本日の東京新聞の夕刊に関西学院大学教授を勤める、精神科医野田正彰氏のコラムが掲載されていた。
野田氏は現在東京大空襲訴訟の被災者の精神的医学診察に携わっており、そうした晩年を迎えた被災者に、自責や抑うつの症状が表れはじめていることを指摘している。一部彼の文章を「写経」し心に留めておきたい。

 この二十数年、私はホロコーストを生き残ったユダヤ人、旧日本兵による長期にわたる死の恐怖を伴う性暴力を受けた海南島や山西省の中国人女性、日本へ拉致された中国人捕虜、戦時二百万人餓死を生きのびたベトナム人などの診察を通して、「晩年における破局的体験への過去」現象に気付いてきた。
近年、戦争体験者が老いて生存者が少なくなるにつれ、過去の話を聞いておこうという動きが出ている。だが戦場にあった兵士たちはいざ知らず、一方的に被害を受け無力だった人びとは、戦後六十年たった今こそ、苦しんでいるのである。
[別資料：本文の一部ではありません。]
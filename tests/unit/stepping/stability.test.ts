/** The explicit limit: 2/λmax of the very system that is marched, its place, and what a run says of a step above it. */
import { describe, expect, it } from 'vitest';
import { gridOf, temperatureRange, wallLayers } from '../../../solver/grid';
import { wallVolumes } from '../../../solver/heat';
import { layCycle, type Exposure, type Project, type Settings } from '../../../solver/model';
import { createRun, makeScheme } from '../../../solver/stepping';
import { course, film, flux, held, insulated, systemOf, toTheEnd, wall, type LayerSpec, type StageSpec } from '../../support';
import { denseOf, symmetricEigenvalues } from '../../support/solverTools';

const steel: LayerSpec = { thickness: 0.006, conductivity: 45, density: 7850, heatCapacity: 500 };
const brick: LayerSpec = { thickness: 0.1, conductivity: 1.2, density: 2000, heatCapacity: 900 };
const wool: LayerSpec = { thickness: 0.05, conductivity: 0.06, density: 120, heatCapacity: 1000 };

const planOf = (layers: LayerSpec[], stages: StageSpec[], settings: Partial<Settings>): Project =>
  wall({ layers, initial: 20, stages, settings: { scheme: 'explicit', step: 1e-3, ...settings } });

const limitOf = (project: Project) => createRun(project, () => undefined).stability;

/** λmax of C⁻¹ K, assembled densely from the system that a run marches, held rows left out. */
function largestRate(project: Project): number {
  const { system, state } = systemOf(project, 'plain');
  const free = Array.from({ length: system.size }, (_, row) => row).filter((row) => !system.heldRows.includes(row));
  system.linearise(state.unknowns, 0);
  const capacity = denseOf(system.size, (x, out) => system.capacityTimes(x, out));
  const none = new Float64Array(system.size);
  const inflowOf = (x: Float64Array): Float64Array => {
    system.evaluate(x, 0);
    return Float64Array.from(system.inflow);
  };
  const atZero = inflowOf(none);
  const conduction = denseOf(system.size, (x, out) => inflowOf(x).forEach((value, row) => (out[row] = value - atZero[row])));
  const symmetric = free.map((i) => free.map((j) => -conduction[i][j] / Math.sqrt(capacity[i][i] * capacity[j][j])));
  return symmetricEigenvalues(symmetric)[free.length - 1];
}

const films: [string, Exposure, Exposure][] = [
  ['films', film(25, 500), film(8, 20)],
  ['a strong film', film(2e4, 500), insulated],
  ['a held face', held(500), film(8, 20)],
  ['both faces held', held(500), held(20)],
  ['a flux', flux(5000), insulated],
];
const grids: [string, Settings['grid']][] = [
  ['nodes', { nodes: [7, 5, 4] }],
  ['cells', { cells: [6, 4, 3] }],
];
const cases = films.flatMap(([faces, start, end]) => grids.map(([kind, grid]) => ({ faces, start, end, kind, grid })));

describe.each(cases)('three layers with a contact, $faces, $kind', ({ start, end, grid }) => {
  const layers = [brick, { ...wool, contact: 2e-3 }, steel];
  const project = planOf(layers, [{ lasts: 100, start, end }], { grid });
  const exact = 2 / largestRate(project);

  it('has the limit of the system assembled densely, rounded down by 0.1 %', () => {
    expect((limitOf(project)?.explicit_limit_s ?? 0) / exact).toBeCloseTo(0.999, 9);
  });

  it('stays bounded at 0.99 of the limit and grows at 1.02 of it', () => {
    const largestAfter = (step: number): number => {
      const { system, state } = systemOf(project, 'plain');
      const scheme = makeScheme({ scheme: 'explicit', step }, system, state, 3000 * step);
      scheme.begin(0, true);
      // A shake of all free unknowns, so that the fastest mode is there.
      state.unknowns.forEach((value, row) => {
        if (!system.heldRows.includes(row)) state.unknowns[row] = value + (row % 2 === 0 ? 1 : -1);
      });
      system.evaluate(state.unknowns, 0);
      state.stored.set(system.storage);
      for (let i = 0; i < 3000; i++) if (scheme.attempt(0, step).kind !== 'accepted') return Infinity;
      return Math.max(...state.unknowns.map(Math.abs));
    };
    expect(largestAfter(0.99 * exact)).toBeLessThan(2e4);
    expect(largestAfter(1.02 * exact)).toBeGreaterThan(1e9);
  });
});

describe('the place that sets the limit', () => {
  it('is the thin steel shell in a lining, to the node', () => {
    const stability = limitOf(planOf([brick, wool, steel], [{ lasts: 100, start: film(25, 500) }], { grid: { nodes: 5 } }));
    expect(stability?.set_by.layer).toBe('Layer 2');
    expect(stability?.set_by.position_m).toBeGreaterThan(0.15);
    expect(stability?.set_by.position_m).toBeLessThan(0.156);
  });

  it('is the face under a film that is strong beside its volume', () => {
    const stability = limitOf(planOf([brick], [{ lasts: 100, end: film(5000, 500) }], { grid: { nodes: 11 } }));
    expect(stability?.set_by.position_m).toBeCloseTo(0.1, 9);
  });

  it('is where the vector of the dense system is largest', () => {
    const project = planOf([brick, wool, steel], [{ lasts: 100, start: film(25, 500) }], { grid: { nodes: [4, 9, 3] } });
    const layers = wallLayers(project);
    const cycle = layCycle(project);
    const grid = gridOf(project.settings, layers, cycle, temperatureRange(layers, cycle));
    const { capacity, loss, beside, depth } = wallVolumes(layers, grid, cycle.stages[0], temperatureRange(layers, cycle));
    // Power iteration on the symmetric system, by its three diagonals.
    let vector = Array.from(depth, (_, i) => 1 + 0.1 * (i % 3));
    for (let iteration = 0; iteration < 3000; iteration++) {
      const next = vector.map((value, i) => {
        let sum = (loss[i] / capacity[i]) * value;
        if (i > 0) sum -= (beside[i - 1] / Math.sqrt(capacity[i] * capacity[i - 1])) * vector[i - 1];
        if (i + 1 < vector.length) sum -= (beside[i] / Math.sqrt(capacity[i] * capacity[i + 1])) * vector[i + 1];
        return sum;
      });
      const norm = Math.hypot(...next);
      vector = next.map((value) => value / norm);
    }
    const largest = vector.map(Math.abs).indexOf(Math.max(...vector.map(Math.abs)));
    expect(limitOf(project)?.set_by.position_m).toBeCloseTo(depth[largest], 12);
  });
});

describe('the limit of a cycle', () => {
  const stages = (...starts: Exposure[]): StageSpec[] => starts.map((start) => ({ lasts: 100, start }));
  const settings: Partial<Settings> = { grid: { nodes: 11 } };

  it('is the worst of its stages', () => {
    const [weak, strong] = [film(10, 500), film(5000, 20)];
    const of = (...starts: Exposure[]): number => limitOf(planOf([brick], stages(...starts), settings))?.explicit_limit_s ?? 0;
    expect(of(weak, strong, weak)).toBe(of(strong));
    expect(of(weak)).toBeGreaterThan(1.1 * of(strong));
  });

  it('takes the largest film coefficient that a schedule reaches', () => {
    const rising: Exposure = {
      kind: 'film',
      coefficient: course(10, [
        { to: 5000, duration: 50 },
        { to: 10, duration: 10 },
      ]),
      surroundings: 500,
    };
    const of = (start: Exposure): number => limitOf(planOf([brick], stages(start), settings))?.explicit_limit_s ?? 0;
    expect(of(rising)).toBe(of(film(5000, 500)));
  });

  it('shows the step without overshoot beside it, the smallest capacity over conductance', () => {
    const dx = 0.01;
    const capacity = 2000 * 900 * dx;
    const stability = limitOf(planOf([brick], stages(film(500, 500)), settings));
    expect(stability?.no_overshoot_s).toBeCloseTo(Math.min(capacity / ((2 * 1.2) / dx), capacity / 2 / (1.2 / dx + 500)), 9);
    expect(stability?.no_overshoot_s).toBeLessThanOrEqual(stability?.explicit_limit_s ?? 0);
  });

  it('of an automatic run is that of plain volumes on the same grid', () => {
    const nodes: Partial<Settings> = { grid: { nodes: [5, 7] } };
    const exposed: StageSpec[] = [{ lasts: 100, start: film(25, 500), end: held(20) }];
    const [explicit, automatic] = (['explicit', 'automatic'] as const).map((scheme) =>
      limitOf(planOf([steel, brick], exposed, { ...nodes, scheme })),
    );
    expect(automatic).toEqual(explicit);
    expect(automatic?.explicit_limit_s).toBeGreaterThan(0);
  });

  it('is none where both nodes of a wall are held', () => {
    expect(limitOf(planOf([brick], [{ lasts: 100, start: held(1), end: held(2) }], { grid: { nodes: 2 } }))).toBeNull();
  });
});

describe('an explicit step above the limit', () => {
  const named = (step: number, grid: Settings['grid'] = { nodes: [9, 7] }): Project => {
    const project = planOf([brick, steel], [{ lasts: 3600, start: film(25, 500) }], { step, grid });
    project.part.layers[1].name = 'Shell';
    return project;
  };

  it('is not run: the outcome says the limit, the layer and depth that set it, and what would do', () => {
    const run = createRun(named(0.2), () => {
      throw new Error('a step was shown');
    });
    const outcome = toTheEnd(run);
    const limit = run.stability?.explicit_limit_s ?? 0;
    expect(outcome).toMatchObject({ reason: 'step-above-limit', reached_s: 0, stage: null });
    expect(outcome.message).toMatch(
      /^Explicit, 0\.2 s: not run\. The stability limit is 0\.0\d+ s, set by layer Shell at \d+ mm\. Take 0\.0\d+ s or less, or 3 nodes in that layer, or the automatic scheme\.$/,
    );
    expect(outcome.remedy?.step_s).toBeLessThanOrEqual(limit);
    expect(outcome.remedy?.step_s).toBeGreaterThan(0.9 * limit);
    expect(run.figures().steps).toBe(0);
    expect(run.energy()).toMatchObject({ in_J: 0, stored_J: 0, closure: 0 });
  });

  it('runs with each remedy that was offered: the step, or the nodes', () => {
    const { remedy } = toTheEnd(createRun(named(0.2), () => undefined));
    expect(toTheEnd(createRun(named(remedy?.step_s ?? 0), () => undefined)).reason).toBe('finished');
    const nodes = remedy?.nodes ?? 0;
    expect(toTheEnd(createRun(named(0.2, { nodes: [9, nodes] }), () => undefined)).reason).toBe('finished');
    expect(toTheEnd(createRun(named(0.2, { nodes: [9, nodes + 1] }), () => undefined)).reason).toBe('step-above-limit');
  });

  it('offers cells where the grid is of cells', () => {
    const outcome = toTheEnd(createRun(named(0.2, { cells: [9, 7] }), () => undefined));
    expect(outcome.message).toContain(`or ${outcome.remedy?.nodes} cells in that layer`);
  });

  it('offers no nodes where no number of them would do', () => {
    const outcome = toTheEnd(createRun(named(60), () => undefined));
    expect(outcome.remedy?.nodes).toBeNull();
    expect(outcome.message).not.toContain('in that layer');
  });

  it('cannot be advanced after it was refused', () => {
    const run = createRun(named(60), () => undefined);
    run.advance();
    expect(() => run.advance()).toThrow('ended');
  });

  it('at the limit itself is run', () => {
    const limit = limitOf(named(1e-3))?.explicit_limit_s ?? 0;
    const run = createRun(
      { ...named(limit), cycle: { ...named(limit).cycle, stages: [{ ...named(1).cycle.stages[0], end: { after: 5 } }] } },
      () => undefined,
    );
    expect(toTheEnd(run).reason).toBe('finished');
  });
});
東京大空襲の被害者、そして日本各地の空襲被害者は、戦争被害者受忍論によって、自らの不幸を公的に悲しむ道を閉ざされてきた。運が悪かったと、私的に憾むしかなかった。
東京大空襲では十万人以上が亡くなったのに、いまだ遺骨を慰霊する独立施設さえ造られていない。歴史を語っているのではなく、今まさに悲しみ苦しんでいる人びとがいる。彼らを分断し、共に悲しむ会話を閉ざしてきたのは、戦後を生きている私たちである。
老いて殺されていった人に何もできなかったと自分を責めている被害者は、反省しない社会に代わって、なお苦しみを背負っているのではないだろうか。